1549 3 Aprile. In due camere sopra il Voltone della Madonna del Popolo dalla parte della Piazzetta della Canapa fu fatta la Conforteria per i condannati. È probabile che nel predetto anno cessasse l’uso di confortarli in carcere, come si è detto all’articolo – Piazza della Montagnola. – Essendo stabilite le prigioni nel palazzo del Legato si cominciarono a praticare le seguenti formalità per le esecuzioni capitali. Il martedì o il venerdì si teneva la solita congregazione criminale nella quale, dopo sentite le difese dell’avvocato dei poveri, carica ben inteso onorevole, si pronunciava la sentenza, che veniva intimata mediante un Nunzio al condannato sulle ore 22. Il curato di S. Giovanni Battista dei Celestini assumeva subito l’ incarico di Confortatore, ed assisteva il condannato nel suo carcere fino alle tre ore circa di notte. Si esponeva nella Chiesa della Morte un devoto antico Crocifisso, e le Tavolette di Conforteria. Nella Chiesa dei Celestini, e di S. Giovanni Decollato della Montagnola si dicevano preci davanti al Sacramento esposto alla divozione dei fedeli. Alle tre di notte passava il condannato dalla sua carcere alla Conforteria nel palazzo del Podestà, alla di cui porta era ricevuto dalla Compagnia della Morte, che deputava un maestro, e 10 scuolari per assisterlo fino all’esecuzione. In Conforteria adempiva ai doveri cristiani, ascoltava messa, gli si somministrava cibo, ed altri soccorsi corporali. Al suono dell’arringo della susseguente mattina partiva il condannato per il supplizio preceduto da una devota processione dei Battuti della Morte, ed entrava nella Chiesina di S. Leonardo posta sulla piazzetta della Canapa, di dove, dopo essersi riconciliato, si avviava al patibolo che si erigeva rimpetto al voltone della Madonna del Popolo sulla piazza maggiore. Eseguita la giustizia restava il cadavere appeso alle forche fino alle ore 21, quando arrivata la Compagnia della Morte lo levava dal patibolo per essere trasportato al Cimitero dell’ ospedale presso S. Giovanni Decollato della Montagnola, nel quale eravi un sito appartato per seppellirlo. Questo ceremoniale ispirava un certo tal qua! terrore, che poteva produrre molti effetti salutari, in coloro che meditassero un delitto meritevole di sì obbrobriosa fine.
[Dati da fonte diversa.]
impl<'a> Build<'a> {
    fn new(layout: &'a Layout, edition: &'a Edition, faults: &mut Faults) -> Self {
        let reader = Reader { unit: layout.units };
        let levels = levels(layout, reader, faults);
        let mut build = Self {
            layout,
            edition,
            register: Register::new(layout, faults),
            reader,
            levels,
            fixtures: Vec::with_capacity(layout.fixtures.len()),
            joints: Vec::with_capacity(layout.joints.len()),
        };
        for (index, fixture) in layout.fixtures.iter().enumerate() {
            let path = || format!("fixtures[{index}]");
            let place = build.place(Some(&fixture.level), fixture.height, fixture.at, &fixture.id, path, faults);
            build.fixtures.push(place);
        }
        for (index, joint) in layout.joints.iter().enumerate() {
            let path = || format!("joints[{index}]");
            let place = build.place(Some(&joint.level), joint.height, joint.at, &joint.id, path, faults);
            build.joints.push(place);
        }
        build
    }

    pub(super) fn place(
        &self,
        level: Option<&Id>,
        height: Option<Measure>,
        at: Option<Position>,
        owner: &str,
        path: impl Fn() -> String,
        faults: &mut Faults,
    ) -> Place {
        let stated = self.reader.read(height, &limits::HEIGHT, || format!("{}.height", path()), faults);
        let at = self.reader.position(at, &path, faults);
        let Some(level) = level else { return Place { at, ..Place::UNKNOWN } };
        let Some(rank) = self.levels.iter().position(|row| row.id == *level) else {
            let message = format!("no level has the id `{level}`");
            let fault = Fault::new(FaultCode::UnknownId, format!("{}.level", path()), message).of(owner);
            let help = match nearest(level, self.levels.iter().map(|row| row.id.as_str())) {
                Some(near) => format!("did you mean `{near}`?"),
                None => format!("add the level `{level}`, or correct the id"),
            };
            faults.push(fault.help(help));
            return Place { at, ..Place::UNKNOWN };
        };
        let elevation = self.levels[rank].floor + stated.unwrap_or(Length::ZERO);
        let storey = Storey(u8::try_from(rank).unwrap_or(u8::MAX));
        Place { elevation: Some(elevation), height_stated: height.is_some(), at, storey: Some(storey) }
    }

    pub(super) fn place_of(&self, element: Element) -> Place {
        match element {
            Element::Fixture(index) => self.fixtures[index as usize],
            Element::Joint(index) => self.joints[index as usize],
            _ => Place::UNKNOWN,
        }
    }

    fn network(self, faults: &mut Faults) -> Network {
        let layout = self.layout;
        let sewer = self.joint(&layout.sewer.at, "sewer.at", "the sewer connection", faults);
        let ends = self.drain_ends(faults);
        let vent_ends = self.vent_ends(faults);
        let drain_order = drain_order::order(layout, &ends, sewer, faults);
        let vent_order = vent_order::order(layout, &vent_ends, faults);
        self.check_sewer(sewer, &ends, &vent_order, faults);
        self.check_loose_ends(&ends, &vent_ends, &drain_order, &vent_order, faults);

        let runs = self.runs(&ends, faults);
        let (vents, terminals, valves) = self.vents(&vent_ends, &vent_order, &drain_order, faults);
        let demands: Vec<Option<Demand>> = layout
            .fixtures
            .iter()
            .enumerate()
            .map(|(index, fixture)| fixture::demand(self.edition, fixture, &format!("fixtures[{index}]"), faults))
            .collect();
        let mut drains = self.drains(&drain_order, &vent_order, &ends, &runs);
        let (fixtures, groups) = self.fixtures(&mut drains, &drain_order, &ends, demands, faults);
        let building_drain_ends_at = layout.building_drain_ends_at.as_ref().and_then(|id| {
            let joint = self.joint(id, "building_drain_ends_at", "the end of the building drain", faults)?;
            drain_order.leaving[joint as usize].map(|drain| DrainId::new(drain as usize))
        });
        let path = || "sewer.invert".to_owned();
        let invert = self.reader.read(layout.sewer.invert, &limits::ELEVATION, path, faults);
        let pipe_sizes = self.pipe_sizes(faults);
        Network {
            name: layout.name.to_string(),
            drains,
            vents,
            fixtures,
            levels: self.levels,
            terminals,
            valves,
            groups,
            sewer_joint: layout.sewer.at.clone(),
            sewer_invert: invert.map(Elevation),
            building_drain_ends_at,
            frost_can_close_vents: layout.frost_can_close_vents,
            pipe_sizes,
            length_unit: length_unit(layout),
        }
    }

    pub(super) fn joint(&self, id: &str, path: &str, owner: &str, faults: &mut Faults) -> Option<u32> {
        match self.register.get(id) {
            Some(Element::Joint(joint)) => Some(joint),
            _ => {
                faults.push(self.register.wrong_end(id, path.to_owned(), owner, &["joint"]));
                None
            }
        }
    }

    fn drain_ends(&self, faults: &mut Faults) -> Ends {
        let count = self.layout.drains.len();
        let mut ends = Ends { from: Vec::with_capacity(count), to: Vec::with_capacity(count) };
        for (index, drain) in self.layout.drains.iter().enumerate() {
            let from = match self.register.get(&drain.from) {
                found @ Some(Element::Fixture(_) | Element::Joint(_)) => found,
                _ => {
                    let path = format!("drains[{index}].from");
                    faults.push(self.register.wrong_end(&drain.from, path, &drain.id, &["fixture", "joint"]));
                    None
                }
            };
            let to = match self.register.get(&drain.to) {
                Some(Element::Joint(joint)) => Some(joint),
                _ => {
                    let path = format!("drains[{index}].to");
                    faults.push(self.register.wrong_end(&drain.to, path, &drain.id, &["joint"]));
                    None
                }
            };
            ends.from.push(from);
            ends.to.push(to);
        }
        ends
    }

    fn runs(&self, ends: &Ends, faults: &mut Faults) -> Vec<Run> {
        let place = |element: Option<Element>| element.map_or(Place::UNKNOWN, |element| self.place_of(element));
        self.layout
            .drains
            .iter()
            .enumerate()
            .map(|(index, drain)| {
                let to = place(ends.to[index].map(Element::Joint));
                DrainEnds { drain, path: index, from: place(ends.from[index]), to }.run(self.reader, faults)
            })
            .collect()
    }

    fn drains(&self, order: &DrainOrder, vents: &VentOrder, ends: &Ends, runs: &[Run]) -> Drains {
        let each = || order.drawn.iter().map(|drawn| *drawn as usize);
        let layout = self.layout;
        let drain = |index: usize| &layout.drains[index];
        let storey = |index: usize| {
            let place = ends.from[index].map_or(Place::UNKNOWN, |element| self.place_of(element));
            place.storey.unwrap_or(Storey(0))
        };
        let vent = |index: usize| match ends.from[index] {
            Some(Element::Joint(joint)) => vents.leaving[joint as usize].map(|vent| VentId::new(vent as usize)),
            _ => None,
        };
        Drains {
            id: each().map(|index| drain(index).id.clone()).collect(),
            drawn: order.drawn.clone(),
            from: each().map(|index| drain(index).from.clone()).collect(),
            to: each().map(|index| drain(index).to.clone()).collect(),
            next: order.next.iter().map(|next| next.map(|next| DrainId::new(next as usize))).collect(),
            first: order.first.clone(),
            fixture: vec![None; order.drawn.len()],
            vent: each().map(vent).collect(),
            length: each().map(|index| runs[index].length).collect(),
            drop: each().map(|index| runs[index].drop).collect(),
            slope: each().map(|index| runs[index].slope).collect(),
            slope_notation: each().map(|index| drain(index).slope.map(|slope| slope.notation)).collect(),
            vertical: each().map(|index| runs[index].vertical).collect(),
            underground: each().map(|index| drain(index).underground).collect(),
            outside: each().map(|index| drain(index).outside).collect(),
            top: each().map(|index| runs[index].top).collect(),
            foot: each().map(|index| runs[index].foot).collect(),
            storey: each().map(storey).collect(),
            stated_size: each().map(|index| drain(index).size).collect(),
            stated_name: each().map(|index| drain(index).name).collect(),
            turns: each().map(|index| drain(index).turns).collect(),
        }
    }

    fn fixtures(
        &self,
        drains: &mut Drains,
        order: &DrainOrder,
        ends: &Ends,
        mut demands: Vec<Option<Demand>>,
        faults: &mut Faults,
    ) -> (Fixtures, Vec<GroupRow>) {
        let layout = self.layout;
        let mut fixtures = Fixtures::default();
        let mut groups: Vec<(&Id, FixtureId)> = Vec::new();
        let mut drained = vec![false; layout.fixtures.len()];
        ends.from.iter().flatten().for_each(|from| {
            if let Element::Fixture(index) = from {
                drained[*index as usize] = true;
            }
        });
        for (index, fixture) in layout.fixtures.iter().enumerate() {
            if !drained[index] {
                let message = format!("the fixture `{}` does not reach the sewer: no drain leaves it", fixture.id);
                let fault = Fault::new(FaultCode::ReachesNoSewer, format!("fixtures[{index}]"), message);
                faults.push(fault.of(&fixture.id).help("add a drain from it"));
            }
        }
        for (number, drawn) in order.drawn.iter().enumerate() {
            let Some(Element::Fixture(index)) = ends.from[*drawn as usize] else { continue };
            let fixture = &layout.fixtures[index as usize];
            let Some(demand) = demands[index as usize].take() else { continue };
            let id = FixtureId::new(fixtures.len());
            drains.fixture[number] = Some(id);
            if let Some(group) = &fixture.group {
                groups.push((group, id));
            }
            let path = || format!("fixtures[{index}].outlet_length");
            let outlet_length = self.reader.read(fixture.outlet_length, &limits::PIPE_LENGTH, path, faults);
            fixtures.id.push(fixture.id.clone());
            fixtures.drawn.push(index);
            fixtures.kind.push(demand.kind);
            fixtures.class.push(demand.class);
            fixtures.drain.push(DrainId::new(number));
            fixtures.trap.push(demand.trap);
            fixtures.trap_source.push(demand.trap_source);
            fixtures.outlet.push(demand.outlet);
            fixtures.load.push(demand.load);
            fixtures.load_source.push(demand.load_source);
            fixtures.outlet_length.push(outlet_length);
            fixtures.storey.push(self.fixtures[index as usize].storey.unwrap_or(Storey(0)));
            fixtures.future.push(fixture.future);
        }
        groups.sort();
        let mut rows: Vec<GroupRow> = Vec::new();
        for (name, fixture) in groups {
            match rows.last_mut().filter(|row| row.name == *name) {
                Some(row) => row.fixtures.push(fixture),
                None => rows.push(GroupRow { name: name.clone(), fixtures: vec![fixture] }),
            }
        }
        (fixtures, rows)
    }

    /// The sizes that an answer may take: those of the edition, or those at hand.
    fn pipe_sizes(&self, faults: &mut Faults) -> PipeSizes {
        let Some(stated) = &self.layout.pipe_sizes else { return self.edition.pipe_sizes };
        let sizes: PipeSizes = stated.iter().copied().collect();
        if sizes.is_empty() {
            faults.push(
                Fault::new(FaultCode::OutOfRange, "pipe_sizes", "no pipe size is at hand")
                    .help("leave `pipe_sizes` out to take all sizes of the edition"),
            );
        } else if sizes.at_least(PipeSize::Four).is_none() {
            let message = "the sizes at hand end below 4 in, which building sewers need".to_owned();
            faults.push(Fault::new(FaultCode::OutOfRange, "pipe_sizes", message).help("add larger sizes"));
        }
        sizes
    }
}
La Conforteria era una scuola composta di Laici e di Sacerdoti che ebbe principio nel 1351.
Le sue costituzioni si stamparono nel 1640, poi ristampate con addizioni nel 1647.
Il Gonfaloniere, gli Anziani e il Podestà non uscivano di Palazzo nei giorni di esecuzione capitale.
Rolandino di Pietro di Guidone di Romancio Romanzi è forse il primo che cominciò a trattare le cause criminali sotto certe determinate regole. Morì alli tre Settembre 1284. 1641 13 Dicembre. Lo stipendio dell’ufficiatura delle carceri fu portata ad annue lire 150 rogito Giovanni Battista Cesari.